→ **Work request**: Using the data below, copy out all lines with the word "computed".
*** Begin section ***
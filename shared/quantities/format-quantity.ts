import { unitParts, type UnitParts } from './display-unit';
import { formatNumber } from './format-number';
import { PREFIX_PLACES } from './prefixes';
import { shiftDecimal } from './shift-decimal';
import { withUnit } from './unit-label';

export { displayUnit, fromDisplayUnit, inDisplayUnit } from './display-unit';
export { formatLimits } from './format-limits';
export { formatNumber } from './format-number';

/** How a quantity is shown. */
export interface FormatQuantityOptions {
  /** Decimals behind the prefixed number. */
  decimals?: number;
  /** Significant digits, where decimals are not given. With neither, up to four, without trailing zeros. */
  significant?: number;
  /** The prefix: by size ("auto"), never ("none"), or a given one. */
  prefix?: 'auto' | 'none' | 'p' | 'n' | 'µ' | 'm' | 'k' | 'M' | 'G';
}

const USUAL_DIGITS = 4;

/** A number rounded to significant digits shows so many decimals. */
function decimalsFor(value: number, significant: number): number {
  if (value === 0) return 0;
  const rounded = Number(Math.abs(value).toPrecision(significant));
  return Math.max(0, significant - 1 - Math.floor(Math.log10(rounded)));
}

function roundedTo(value: number, { decimals, significant = USUAL_DIGITS }: FormatQuantityOptions): number {
  if (decimals === undefined) return Number(Math.abs(value).toPrecision(significant));
  return shiftDecimal(Math.round(shiftDecimal(Math.abs(value), decimals)), -decimals);
}

/** The largest prefix that leaves at least 1, judged on the rounded number so that 999.96 mV becomes 1.0 V. */
function prefixBySize(value: number, prefixes: readonly string[], options: FormatQuantityOptions): string {
  const placesOf = (prefix: string) => PREFIX_PLACES.get(prefix) ?? 0;
  if (value === 0) return '';
  const fits = (prefix: string) => roundedTo(shiftDecimal(value, 3 - placesOf(prefix)), options) >= 1000;
  return prefixes.findLast(fits) ?? prefixes[0] ?? '';
}

function prefixFor(value: number, { unit }: UnitParts, options: FormatQuantityOptions): string {
  const { prefix = 'auto' } = options;
  const known = unit?.prefixes ?? [''];
  if (known.length === 1 || prefix === 'none') return '';
  return prefix === 'auto' ? prefixBySize(value, known, options) : prefix;
}

function digitsOf(value: number, { decimals, significant }: FormatQuantityOptions): string {
  if (decimals !== undefined) return formatNumber(value, decimals);
  if (significant !== undefined) return formatNumber(value, decimalsFor(value, significant));
  const digits = formatNumber(value, decimalsFor(value, USUAL_DIGITS));
  return digits.includes('.') ? digits.replace(/\.?0+$/, '') : digits;
}

/**
 * A quantity as pages print it, its prefix chosen so that 1 to 999 show: 185 mV, 1.85 V, 100 MΩ. Capacitances stay in
 * microfarads up to the farad: 2 200 µF.
 *
 * @param value in SI base units
 * @param unit the unit, of which a prefix is dropped: "V" and "mV" are the same here
 * @throws {UnitNotKnown}
 * @throws {RangeError} for a value that is not finite, or digits that cannot be shown
 */
export function formatQuantity(value: number, unit: string, options: FormatQuantityOptions = {}): string {
  const parts = unitParts(unit);
  if (!Number.isFinite(value)) throw new RangeError(`value must be a finite number, not ${value}.`);
  const prefix = prefixFor(value, parts, options);
  const places = (PREFIX_PLACES.get(prefix) ?? 0) + (parts.unit?.places ?? 0);
  const label = [prefix + (parts.unit?.symbol ?? ''), parts.qualifier].filter((word) => word !== null).join(' ');
  return withUnit(digitsOf(shiftDecimal(value, -places), options), label);
}
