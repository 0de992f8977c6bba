import { ChangeDetectionStrategy, Component } from '@angular/core';
import { Icon } from '../marks/icon';

/** Says why something cannot be edited; what changes it goes into an element marked `action`. */
@Component({
  selector: 'qr-read-only-note',
  imports: [Icon],
  template: `
    <qr-icon name="lock" [size]="18" />
    <div><ng-content /></div>
    <div class="action"><ng-content select="[action]" /></div>
  `,
  styles: `
    :host {
      display: flex;
      gap: 10px;
      align-items: center;
      padding: 9px 12px;
      border-radius: var(--qr-r-control);
      background: var(--qr-well);
      font: var(--qr-t-small);
    }
    .action {
      margin-left: auto;
    }
  `,
  changeDetection: ChangeDetectionStrategy.OnPush,
})
export class ReadOnlyNote {}
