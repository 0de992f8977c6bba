import { type GroupVerdict } from '#shared/verdict/sample-verdict';
import { type Confirmation } from '../../../ui/confirm/confirm-dialog';
import { type BenchSheet } from '../../sheet/bench-sheet';

/** What is said before a lot is submitted: what was judged, what was found, what stays undecided. */
export function submissionWords(sheet: BenchSheet): Confirmation {
  const { number } = sheet.bench().lot;
  const undecided = sheet.undecided();
  return {
    title: `Submit lot ${number}?`,
    text: [
      `${sheet.judgedUnits()} of ${sheet.records().length} units are judged.`,
      ...sheet.groups().map((each, _, all) => groupWords(each, all)),
      ...(undecided > 0 ? [`${undecided} undecided; unresolved they count as nonconforming.`] : []),
      ...(sheet.lot().stop ? ['A rejection number is reached: the lot will be rejected.'] : []),
      'Quality decides on the lot next. The bench is closed for it until quality opens it again.',
    ],
    confirm: 'Submit lot',
  };
}

/** Two groups of one class are told apart by their level. */
function groupWords({ group, found }: GroupVerdict, all: readonly GroupVerdict[]): string {
  const alike = all.filter((other) => other.group.class === group.class).length > 1;
  const name = group.class.charAt(0).toUpperCase() + group.class.slice(1);
  const level = alike ? `, level ${group.level}` : '';
  return `${name}${level}: ${found} nonconforming, accept number ${group.acceptance}, rejection number ${group.rejection}.`;
}
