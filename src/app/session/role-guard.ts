import { inject } from '@angular/core';
import { type CanMatchFn, type Route, type Routes } from '@angular/router';
import { type Who } from '#shared/contract/endpoint';
import { type Role, ROLE_TITLES } from '#shared/contract/roles';
import { Session } from './session';

/** Matches only for people who hold one of the roles. */
export function roleGuard(...roles: readonly Role[]): CanMatchFn {
  return () => inject(Session).holds(...roles);
}

/**
 * An area that some roles may see: for them its own pages, for others, at the same address, a page that says who may. Who
 * may is what the contract says of the endpoint that the area shows.
 */
export function areaFor(who: Who, area: Route & { title: string }): Routes {
  if (typeof who === 'string') return [area];
  return [
    { ...area, canMatch: [roleGuard(...who)] },
    {
      path: area.path,
      title: area.title,
      children: [
        { path: '**', loadComponent: () => import('./forbidden-page').then((file) => file.ForbiddenPage), data: { who: whoSentence(area.title, who) } },
      ],
    },
  ];
}

/** "Decision is for: inspector, quality engineer, auditor." */
function whoSentence(title: string, roles: readonly Role[]): string {
  return `${title} is for: ${roles.map((role) => ROLE_TITLES[role].toLowerCase()).join(', ')}.`;
}
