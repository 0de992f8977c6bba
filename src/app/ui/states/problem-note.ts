import { Clipboard } from '@angular/cdk/clipboard';
import { ChangeDetectionStrategy, Component, computed, inject, input, output, signal } from '@angular/core';
import { MatButton } from '@angular/material/button';
import { VerdictMark } from '../marks/verdict-mark';
import { type Failure } from '../page-state/resource-like';
import { clockTime } from '../values/moment-pipe';

/** What failed, what the server said and when, and the two things that help: trying again and passing the details on. */
@Component({
  selector: 'qr-problem-note',
  imports: [MatButton, VerdictMark],
  template: `
    <qr-verdict-mark look="nok" [size]="24" />
    <p class="title">{{ what() }} did not load.</p>
    <p class="quiet">{{ sentence() }}</p>
    <div class="action">
      <button type="button" matButton="outlined" (click)="retry.emit()">Try again</button>
      <button type="button" matButton (click)="copyDetails()">{{ copied() ? 'Copied' : 'Copy details' }}</button>
    </div>
  `,
  styleUrl: './state.scss',
  host: { role: 'alert' },
  changeDetection: ChangeDetectionStrategy.OnPush,
})
export class ProblemNote {
  private readonly clipboard = inject(Clipboard);

  /** Names the thing at the start of a sentence: "The queue". */
  readonly what = input.required<string>();
  readonly failure = input.required<Failure>();
  readonly retry = output();

  protected readonly copied = signal(false);

  protected readonly sentence = computed(() => {
    const { message, status, at } = this.failure();
    const answered = status > 0 ? ` The server answered ${status}` : '';
    const when = at ? `${answered === '' ? ' Tried' : ''} at ${clockTime(at)}.` : answered === '' ? '' : '.';
    return `${message}${answered}${when}`;
  });

  protected copyDetails(): void {
    const { message, status, code, at } = this.failure();
    const lines = [`${this.what()} did not load.`, message, `Status ${status}`, code, at?.toISOString()];
    this.copied.set(this.clipboard.copy(lines.filter((line) => line !== undefined).join('\n')));
  }
}
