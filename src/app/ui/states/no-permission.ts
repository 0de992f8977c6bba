import { ChangeDetectionStrategy, Component, input } from '@angular/core';
import { Icon } from '../marks/icon';

/** The person may not see this: who may, and how to ask. An action (a way back) may be given as content. */
@Component({
  selector: 'qr-no-permission',
  imports: [Icon],
  template: `
    <qr-icon name="lock" [size]="24" />
    <p class="title">{{ who() }}</p>
    <p class="quiet">{{ ask() }}</p>
    <div class="action"><ng-content /></div>
  `,
  styleUrl: './state.scss',
  changeDetection: ChangeDetectionStrategy.OnPush,
})
export class NoPermission {
  /** A sentence: "Plans are written by quality engineers." */
  readonly who = input.required<string>();
  readonly ask = input('Ask an administrator when your work needs it.');
}
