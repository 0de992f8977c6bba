/**
 * Moves the decimal point of a number by whole places, exactly as a person moves it on paper: 2.4 by −3 is the number
 * nearest to 0.0024, without the rounding that multiplying by a power of ten would add.
 *
 * @param places positive moves to the right (times ten), negative to the left
 */
export function shiftDecimal(value: number, places: number): number {
  const [digits, exponent = '0'] = String(value).split('e');
  return Number(`${digits}e${Number(exponent) + places}`);
}
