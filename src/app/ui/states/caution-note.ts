import { ChangeDetectionStrategy, Component, input } from '@angular/core';
import { Icon } from '../marks/icon';

/** A safety caution: always shown while it applies, never dismissed. */
@Component({
  selector: 'qr-caution-note',
  imports: [Icon],
  template: `
    <qr-icon name="bolt" />
    <div>
      @if (title()) {
        <b>{{ title() }}</b>&ngsp;
      }
      <ng-content />
    </div>
  `,
  styles: `
    :host {
      display: flex;
      gap: 10px;
      padding: 8px 12px;
      border-left: 4px solid var(--qr-hold-edge);
      border-radius: 0 var(--qr-r-control) var(--qr-r-control) 0;
      background: var(--qr-hold-tint);
      color: var(--qr-ink);
      font: var(--qr-t-small);
    }
    qr-icon {
      color: var(--qr-hold-text);
    }
    b {
      font-weight: 700;
    }
  `,
  host: { role: 'note' },
  changeDetection: ChangeDetectionStrategy.OnPush,
})
export class CautionNote {
  readonly title = input('');
}
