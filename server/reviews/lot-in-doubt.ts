import { type Db } from '#db/open-database';
import { calibrations, instrumentReviews, reviewLots } from '#db/schema/calibrations';
import { instruments } from '#db/schema/instruments';
import { readings } from '#db/schema/readings';
import { and, eq, isNull, ne, or } from 'drizzle-orm';
import { inDoubt } from './doubt';

/** A review that has not cleared a lot. */
export interface LotDoubt {
  number: string;
  assetNumber: string;
}

/**
 * Reviews that keep a lot from being released: they have not said what their doubt means for it, or asked that it be
 * measured again or recalled, and a reading in doubt still counts.
 */
export function lotInDoubt(db: Db, lotId: number): LotDoubt[] {
  return db
    .select({ review: instrumentReviews, instrument: instruments })
    .from(reviewLots)
    .innerJoin(instrumentReviews, eq(instrumentReviews.id, reviewLots.reviewId))
    .innerJoin(calibrations, eq(calibrations.id, instrumentReviews.calibrationId))
    .innerJoin(instruments, eq(instruments.id, calibrations.instrumentId))
    .where(and(eq(reviewLots.lotId, lotId), or(isNull(reviewLots.effect), ne(reviewLots.effect, 'none'))))
    .all()
    .filter(({ review, instrument }) => {
      const doubt = inDoubt({ instrumentId: instrument.id, from: review.doubtFrom, to: review.doubtTo });
      return (
        db
          .select({ id: readings.id })
          .from(readings)
          .where(and(eq(readings.lotId, lotId), doubt))
          .limit(1)
          .get() !== undefined
      );
    })
    .map(({ review, instrument }) => ({ number: review.number, assetNumber: instrument.assetNumber }));
}
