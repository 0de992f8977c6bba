import { inDisplayUnit } from './display-unit';
import { formatNumber } from './format-number';
import { withUnit } from './unit-label';

/**
 * An expanded uncertainty as it stands beside its value, ± 0.08 V: rounded to one significant digit, two where the first is 1.
 * Common practice; JCGM 100:2008, 7.2.6 asks for two at most.
 *
 * @param halfWidth in SI base units
 * @param unit display unit of the value; whether the value is peak to peak is said there and not again
 * @throws {UnitNotKnown}
 */
export function formatUncertainty(halfWidth: number, unit: string): string {
  return `±\u00a0${withUnit(uncertaintyDigits(halfWidth, unit), unit.replace(/ (p-p|rms)$/, ''))}`;
}

/** Decimals an uncertainty has in its display unit when it is written so; 0 for none. */
export function uncertaintyDecimals(halfWidth: number, unit: string): number {
  const { digits, rounded } = significant(inDisplayUnit(halfWidth, unit));
  return rounded === 0 ? 0 : Math.max(0, digits - 1 - Math.floor(Math.log10(rounded)));
}

/** The digits of an uncertainty in its display unit, without sign and unit. @throws {UnitNotKnown} */
export function uncertaintyDigits(halfWidth: number, unit: string): string {
  return formatNumber(significant(inDisplayUnit(halfWidth, unit)).rounded, uncertaintyDecimals(halfWidth, unit));
}

function significant(shown: number): { digits: number; rounded: number } {
  const digits = shown.toExponential().startsWith('1') ? 2 : 1;
  return { digits, rounded: Number(shown.toPrecision(digits)) };
}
*** End section ***
→ **Task solution**:
import { ChangeDetectionStrategy, Component, computed, inject, input, output, signal } from '@angular/core';
  protected readonly sentence = computed(() => {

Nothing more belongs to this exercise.